# Day-17 Feature Engineering Basics

# Topics Covered

- What is feature engineering ?
- Data Encoding	
    - Label Encoding, 
    - One-Hot Encoding
- Numeric Prep	
    - Binning, 
    - Scaling (Standard, MinMax)
- Interaction
    - Polynomial features
    - Crossed features
- Integration	With pipelines (Ref: Day 16!)

## What is feature engineering?

## Data Enconding

### Label Encoding

Often models can’t work with text values like gender = 'Male'.

In [4]:
from sklearn.preprocessing import LabelEncoder

gender = ['Male', 'Female', 'Female', 'Male']
le = LabelEncoder()
le.fit_transform(gender)  # Output: [1, 0, 0, 1]


array([1, 0, 0, 1])

Use when categories are ordinal or for tree-based models (Decision Tree – Ref: Day 13)

### One-hot Encoding

In [3]:
from sklearn.preprocessing import OneHotEncoder
import pandas as pd

df = pd.DataFrame({'gender': ['Male', 'Female', 'Female', 'Male']})
ohe = OneHotEncoder(sparse_output=False)
ohe.fit_transform(df[['gender']])


array([[0., 1.],
       [1., 0.],
       [1., 0.],
       [0., 1.]])

#### Use when:

- Categories are nominal

- You're working with linear/logistic regression (Ref: Days 9–12)

Avoid Dummy Variable Trap — drop one column.

## Numeric prep

### Binning (Bucketing)

Great when you want to simplify or handle outliers.

In [6]:
import numpy as np
import pandas as pd

ages = pd.Series([18, 25, 30, 40, 60])
bins = [0, 18, 35, 60, 100]
labels = ['Teen', 'Young Adult', 'Adult', 'Senior']

age_binned = pd.cut(ages, bins=bins, labels=labels)
print(age_binned)


0           Teen
1    Young Adult
2    Young Adult
3          Adult
4          Adult
dtype: category
Categories (4, object): ['Teen' < 'Young Adult' < 'Adult' < 'Senior']


#### Example Use Case:

- Instead of predicting exact age → classify as age group.

- Great for decision trees (Ref: Day 13)

### Scaling

Scaling is critical for:

- Distance-based algorithms (KNN, SVM)

- Gradient descent-based models (Linear/Logistic Regression – Day 9, 12)
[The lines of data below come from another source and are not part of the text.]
//! Order statistics: quantile (and median), interquartile range, median absolute deviation.
//!
//! Quantiles follow Hyndman, R. J. & Fan, Y. (1996), "Sample quantiles in statistical
//! packages", The American Statistician 50(4), definition 7: with n observations sorted,
//! h = (n − 1)p, Q(p) = x₍⌊h⌋₎ + (h − ⌊h⌋)(x₍⌊h⌋+1₎ − x₍⌊h⌋₎) (0-based order statistics). It is
//! numpy's default `method="linear"`. On a weighted sample the k-th order statistic is the unit
//! whose cumulative weight range [C_{j−1}, C_j) holds k, which is exact for integer
//! (resample-count) weights and extends smoothly to real (Bayesian) weights.

use serde::{Deserialize, Serialize};
use utoipa::ToSchema;

use super::binned::{BinIqr, BinQuantile, BinStatistic};
use super::{interpolate, ColumnSpec, ColumnStatistic, Scratch};
use crate::engine::data::{BinLayout, ColumnLayout, DataError};
use crate::engine::statistic::shortcut::Shortcut;

/// A tail holding fewer observations than this makes a quantile a statistic of the extremes,
/// whose bootstrap distribution cannot see past the most extreme observations (common practice).
pub const EXTREME_TAIL: f64 = 5.0;

crate::bounded_number! {
    /// A probability, from 0 to 1.
    pub struct Probability where 0.0 <= x <= 1.0, "a probability from 0 to 1";
}

/// Median (Hyndman–Fan definition 7 at p = 0.5).
#[derive(Debug, Clone, PartialEq, Serialize, Deserialize, ToSchema)]
#[serde(deny_unknown_fields)]
pub struct MedianSpec {}

impl ColumnSpec for MedianSpec {
    fn build(&self, _: &ColumnLayout, _: &[f64]) -> Result<Box<dyn ColumnStatistic>, Vec<DataError>> {
        Ok(Box::new(Quantile { p: 0.5 }))
    }
    const ON_BINS: bool = true;
    fn build_bins(&self, _: &BinLayout) -> Option<Result<Box<dyn BinStatistic>, Vec<DataError>>> {
        Some(Ok(Box::new(BinQuantile { p: 0.5 })))
    }
}

/// Sample quantile, Hyndman–Fan definition 7 (numpy's linear).
#[derive(Debug, Clone, PartialEq, Serialize, Deserialize, ToSchema)]
#[serde(deny_unknown_fields)]
pub struct QuantileSpec {
    /// Probability in [0, 1].
    pub p: Probability,
}

impl ColumnSpec for QuantileSpec {
    fn build(&self, _: &ColumnLayout, _: &[f64]) -> Result<Box<dyn ColumnStatistic>, Vec<DataError>> {
        Ok(Box::new(Quantile { p: self.p.get() }))
    }
    const ON_BINS: bool = true;
    fn build_bins(&self, _: &BinLayout) -> Option<Result<Box<dyn BinStatistic>, Vec<DataError>>> {
        Some(Ok(Box::new(BinQuantile { p: self.p.get() })))
    }
    /// A quantile whose smaller tail holds fewer than [`EXTREME_TAIL`] observations.
    fn reads_extremes(&self, n: f64) -> bool {
        let p = self.p.get();
        n * p.min(1.0 - p) < EXTREME_TAIL
    }
}

/// Interquartile range Q(0.75) − Q(0.25).
#[derive(Debug, Clone, PartialEq, Serialize, Deserialize, ToSchema)]
#[serde(deny_unknown_fields)]
pub struct IqrSpec {}

impl ColumnSpec for IqrSpec {
    fn build(&self, _: &ColumnLayout, _: &[f64]) -> Result<Box<dyn ColumnStatistic>, Vec<DataError>> {
        Ok(Box::new(Iqr))
    }
    const ON_BINS: bool = true;
    fn build_bins(&self, _: &BinLayout) -> Option<Result<Box<dyn BinStatistic>, Vec<DataError>>> {
        Some(Ok(Box::new(BinIqr)))
    }
    fn relative_cost(&self) -> f64 {
        2.0
    }
}

/// The factor that makes the MAD a consistent estimator of σ for normal data: 1/Φ⁻¹(3/4),
/// rounded as is customary to 1.4826 (Hampel, F. R. (1974), JASA 69(346); common practice).
pub const MAD_NORMAL_SCALE: f64 = 1.4826;

/// Median absolute deviation from the median.
#[derive(Debug, Clone, PartialEq, Serialize, Deserialize, ToSchema)]
#[serde(deny_unknown_fields)]
pub struct MadSpec {
    /// `true` multiplies by 1.4826, which makes the MAD estimate σ for normal data. Default `false`
    /// (the raw median absolute deviation).
    #[serde(default)]
    #[schema(default = false)]
    pub normalized: bool,
}

impl ColumnSpec for MadSpec {
    fn build(&self, _: &ColumnLayout, _: &[f64]) -> Result<Box<dyn ColumnStatistic>, Vec<DataError>> {
        Ok(Box::new(Mad {
            scale: if self.normalized { MAD_NORMAL_SCALE } else { 1.0 },
        }))
    }
    fn relative_cost(&self) -> f64 {
        3.0
    }
    fn closed_jackknife(&self) -> bool {
        false
    }
}

/// The values at 0-based order positions `t` and `t + 1` of a weighted, sorted sample.
pub(crate) fn order_pair(x: &[f64], w: &[f64], t: f64) -> (f64, f64) {
    let mut cum = 0.0;
    let mut first = None;
    let mut last = f64::NAN;
    for (xi, wi) in x.iter().zip(w) {
        if *wi == 0.0 {
            continue;
        }
        cum += wi;
        last = *xi;
        if first.is_none() && t < cum {
            first = Some(*xi);
        }
        if let Some(a) = first {
            if t + 1.0 < cum {
                return (a, *xi);
            }
        }
    }
    (first.unwrap_or(last), last)
}

/// Definition 7 quantile of a weighted, sorted sample with total weight `total`.
pub(crate) fn weighted_quantile(x: &[f64], w: &[f64], total: f64, p: f64) -> f64 {
    let h = (total - 1.0) * p;
    let t = h.floor();
    let (a, b) = order_pair(x, w, t);
    interpolate(a, b, h - t)
}

/// A definition 7 quantile of raw rows at their base weights (each 1), read straight from the
/// sorted values in O(1): what [`weighted_quantile`] finds by a pass over every weight.
fn raw_quantile(x: &[f64], p: f64) -> f64 {
    // No rows (refused before a statistic is built): undefined, as the weighted pass has it.
    let Some(last) = x.len().checked_sub(1) else {
        return f64::NAN;
    };
    let h = last as f64 * p;
    let t = h.floor();
    let i = t as usize;
    interpolate(x[i], x[(i + 1).min(last)], h - t)
}

/// Leave-one-out definition 7 quantiles in O(units): deleting one copy of unit j from the
/// sorted sample leaves order statistic t equal to the original x₍t₎ when t < C_j − 1 and to
/// x₍t+1₎ otherwise (C_j the cumulative count through unit j), so only three original order
/// statistics are needed.
pub(crate) fn jackknife_quantiles(c: &ColumnLayout, p: f64) -> Vec<f64> {
    let n = c.total;
    let h = (n - 2.0) * p;
    let t = h.floor();
    let frac = h - t;
    let (o0, o1) = order_pair(&c.x, &c.base, t);
    let (_, o2) = order_pair(&c.x, &c.base, t + 1.0);
    let mut cum = 0.0;
    c.base
        .iter()
        .map(|wj| {
            cum += wj;
            let a = if t < cum - 1.0 { o0 } else { o1 };
            let b = if t + 1.0 < cum - 1.0 { o1 } else { o2 };
            interpolate(a, b, frac)
        })
        .collect()
}

/// The p-quantile (the median is p = 0.5).
pub struct Quantile {
    pub p: f64,
}

impl ColumnStatistic for Quantile {
    fn evaluate(&self, c: &ColumnLayout, w: &[f64], _: &mut Scratch) -> f64 {
        let total: f64 = w.iter().sum();
        weighted_quantile(&c.x, w, total, self.p)
    }
    fn estimate(&self, c: &ColumnLayout, scratch: &mut Scratch) -> f64 {
        match c.raw {
            true => raw_quantile(&c.x, self.p),
            false => self.evaluate(c, &c.base, scratch),
        }
    }
    fn jackknife_closed(&self, c: &ColumnLayout) -> Option<Vec<f64>> {
        Some(jackknife_quantiles(c, self.p))
    }
    fn shortcut(&self, c: &ColumnLayout) -> Option<Shortcut> {
        Some(Shortcut::order(c, &[self.p]))
    }
}

/// The interquartile range Q(0.75) − Q(0.25).
pub struct Iqr;

impl ColumnStatistic for Iqr {
    fn evaluate(&self, c: &ColumnLayout, w: &[f64], _: &mut Scratch) -> f64 {
        let total: f64 = w.iter().sum();
        weighted_quantile(&c.x, w, total, 0.75) - weighted_quantile(&c.x, w, total, 0.25)
    }
    fn estimate(&self, c: &ColumnLayout, scratch: &mut Scratch) -> f64 {
        match c.raw {
            true => raw_quantile(&c.x, 0.75) - raw_quantile(&c.x, 0.25),
            false => self.evaluate(c, &c.base, scratch),
        }
    }
    fn jackknife_closed(&self, c: &ColumnLayout) -> Option<Vec<f64>> {
        let hi = jackknife_quantiles(c, 0.75);
        let lo = jackknife_quantiles(c, 0.25);
        Some(hi.iter().zip(&lo).map(|(h, l)| h - l).collect())
    }
    fn shortcut(&self, c: &ColumnLayout) -> Option<Shortcut> {
        Some(Shortcut::order(c, &[0.25, 0.75]))
    }
}

/// Median absolute deviation from the median, times `scale` (1, or 1.4826 for the normal
/// consistency factor).
pub struct Mad {
    pub scale: f64,
}

impl ColumnStatistic for Mad {
    /// The deviations |x − m| of a sorted sample form two sorted runs, walking outward from the
    /// median; merging them finds the median deviation in one pass without sorting.
    fn evaluate(&self, c: &ColumnLayout, w: &[f64], _: &mut Scratch) -> f64 {
        let x = &c.x;
        let total: f64 = w.iter().sum();
        let med = weighted_quantile(x, w, total, 0.5);
        let h = (total - 1.0) * 0.5;
        let t = h.floor();
        let split = x.partition_point(|v| *v <= med);
        let mut left = split as isize - 1;
        let mut right = split;
        let mut cum = 0.0;
        let mut first: Option<f64> = None;
        let mut last = 0.0;
        loop {
            while left >= 0 && w[left as usize] == 0.0 {
                left -= 1;
            }
            while right < x.len() && w[right] == 0.0 {
                right += 1;
            }
            let dl = if left >= 0 { Some(med - x[left as usize]) } else { None };
            let dr = if right < x.len() { Some(x[right] - med) } else { None };
            let (dev, weight) = match (dl, dr) {
                (Some(a), Some(b)) if a <= b => {
                    let wt = w[left as usize];
                    left -= 1;
                    (a, wt)
                }
                (Some(a), None) => {
                    let wt = w[left as usize];
                    left -= 1;
                    (a, wt)
                }
                (_, Some(b)) => {
                    let wt = w[right];
                    right += 1;
                    (b, wt)
                }
                (None, None) => break,
            };
            cum += weight;
            last = dev;
            if first.is_none() && t < cum {
                first = Some(dev);
            }
            if let Some(a) = first {
                if t + 1.0 < cum {
                    return self.scale * interpolate(a, dev, h - t);
                }
            }
        }
        self.scale * interpolate(first.unwrap_or(last), last, h - t)
    }
}

#[cfg(test)]
mod tests {
    use super::*;

    fn prep(x: &[f64]) -> ColumnLayout {
        ColumnLayout::rows(x)
    }

    #[test]
    fn definition_7_matches_numpy_linear() {
        // docs/references.md: numpy 2.4 quantile(method="linear") of [2,5,7,7,3,9,4,6]
        // gives 0.10 → 2.7, 0.25 → 3.75, 0.50 → 5.5, 0.90 → 7.6.
        let d = prep(&[2., 5., 7., 7., 3., 9., 4., 6.]);
        let w = d.base.clone();
        for (p, want) in [(0.10, 2.7), (0.25, 3.75), (0.50, 5.5), (0.90, 7.6)] {
            let got = Quantile { p }.evaluate(&d, &w, &mut Scratch::default());
            assert!((got - want).abs() < 1e-12, "p = {p}: {got} vs {want}");
        }
    }

    #[test]
    fn aggregated_equals_expanded() {
        let agg = ColumnLayout::aggregated(&[5., 1., 3.], &[2, 3, 4]);
        let raw = prep(&[5., 5., 1., 1., 1., 3., 3., 3., 3.]);
        for p in [0.0, 0.1, 0.33, 0.5, 0.77, 1.0] {
            let a = Quantile { p }.evaluate(&agg, &agg.base.clone(), &mut Scratch::default());
            let b = Quantile { p }.evaluate(&raw, &raw.base.clone(), &mut Scratch::default());
            assert_eq!(a, b, "p = {p}");
        }
        let a = Mad { scale: 1.0 }.evaluate(&agg, &agg.base.clone(), &mut Scratch::default());
        let b = Mad { scale: 1.0 }.evaluate(&raw, &raw.base.clone(), &mut Scratch::default());
        assert_eq!(a, b);
    }

    #[test]
    fn mad_matches_brute_force() {
        // Brute force: sort |x − median| and take the definition 7 median.
        let x = [1.0, 4.0, 4.5, 7.0, 10.0, 2.0, 2.5, 30.0, 8.0];
        let d = prep(&x);
        let w = d.base.clone();
        let med = Quantile { p: 0.5 }.evaluate(&d, &w, &mut Scratch::default());
        let mut dev: Vec<f64> = x.iter().map(|v| (v - med).abs()).collect();
        dev.sort_by(f64::total_cmp);
        let dd = prep(&dev);
        let want = Quantile { p: 0.5 }.evaluate(&dd, &dd.base.clone(), &mut Scratch::default());
        assert_eq!(Mad { scale: 1.0 }.evaluate(&d, &w, &mut Scratch::default()), want);
    }

    /// The estimate read straight from the sorted rows is the weighted pass's, bit for bit.
    #[test]
    fn raw_estimates_equal_the_weighted_pass() {
        for n in [2usize, 3, 7, 10, 101] {
            // Ties and a spread of magnitudes.
            let x: Vec<f64> = (0..n).map(|i| ((i * 37) % 11) as f64 * 0.3 + (i % 3) as f64 * 1e3).collect();
            let d = prep(&x);
            let s = &mut Scratch::default();
            for p in [0.0, 0.1, 0.25, 0.5, 0.77, 0.9, 1.0] {
                let q = Quantile { p };
                assert_eq!(q.estimate(&d, s).to_bits(), q.evaluate(&d, &d.base, s).to_bits(), "n {n} p {p}");
            }
            assert_eq!(Iqr.estimate(&d, s).to_bits(), Iqr.evaluate(&d, &d.base, s).to_bits(), "n {n}");
        }
        assert!(Quantile { p: 0.5 }.estimate(&prep(&[]), &mut Scratch::default()).is_nan());
    }

    #[test]
    fn closed_jackknife_matches_direct() {
        let d = ColumnLayout::aggregated(&[1., 2., 3., 7., 9.], &[1, 3, 1, 2, 4]);
        let c = &d;
        for p in [0.1, 0.25, 0.5, 0.9] {
            let jack = jackknife_quantiles(c, p);
            for j in 0..c.x.len() {
                let mut w = c.base.clone();
                w[j] -= 1.0;
                let direct = Quantile { p }.evaluate(&d, &w, &mut Scratch::default());
                assert!((jack[j] - direct).abs() < 1e-12, "p {p} unit {j}: {} vs {direct}", jack[j]);
            }
        }
    }
}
#### StandardScaler (Z-score normalization)

In [7]:
from sklearn.preprocessing import StandardScaler

scaler = StandardScaler()
scaler.fit_transform([[1], [2], [3]])


array([[-1.22474487],
       [ 0.        ],
       [ 1.22474487]])

#### MinMaxScaler (0 to 1 normalization)

In [8]:
from sklearn.preprocessing import MinMaxScaler

scaler = MinMaxScaler()
scaler.fit_transform([[10], [20], [30]])


array([[0. ],
       [0.5],
       [1. ]])

Always scale numeric features when using Logistic Regression, SVM, or KNN.
This is handled automatically if you use Pipelines (Day 16).

In [9]:
from sklearn.pipeline import Pipeline
from sklearn.compose import ColumnTransformer

# Let’s say age and salary are numeric, gender is categorical
numeric = ['age', 'salary']
categorical = ['gender']

from sklearn.preprocessing import OneHotEncoder, StandardScaler
from sklearn.impute import SimpleImputer

numeric_pipe = Pipeline([
    ('imputer', SimpleImputer(strategy='mean')),
    ('scaler', StandardScaler())
])

cat_pipe = Pipeline([
    ('imputer', SimpleImputer(strategy='most_frequent')),
    ('onehot', OneHotEncoder(handle_unknown='ignore'))
])

preprocessor = ColumnTransformer([
    ('num', numeric_pipe, numeric),
    ('cat', cat_pipe, categorical)
])


| Technique         | Use Case                                            |
| ----------------- | --------------------------------------------------- |
| Label Encoding    | Ordinal data, Trees (e.g., gender = Male/Female)    |
| One-Hot Encoding  | Categorical data for linear/logistic models         |
| Binning           | Simplifying continuous features (e.g., age groups)  |
| Scaling           | Needed for Linear, Logistic, KNN, SVM               |
| Interaction Terms | Polynomial regression, feature crossing             |
| Pipelines         | When combining preprocessing + models (Ref: Day 16) |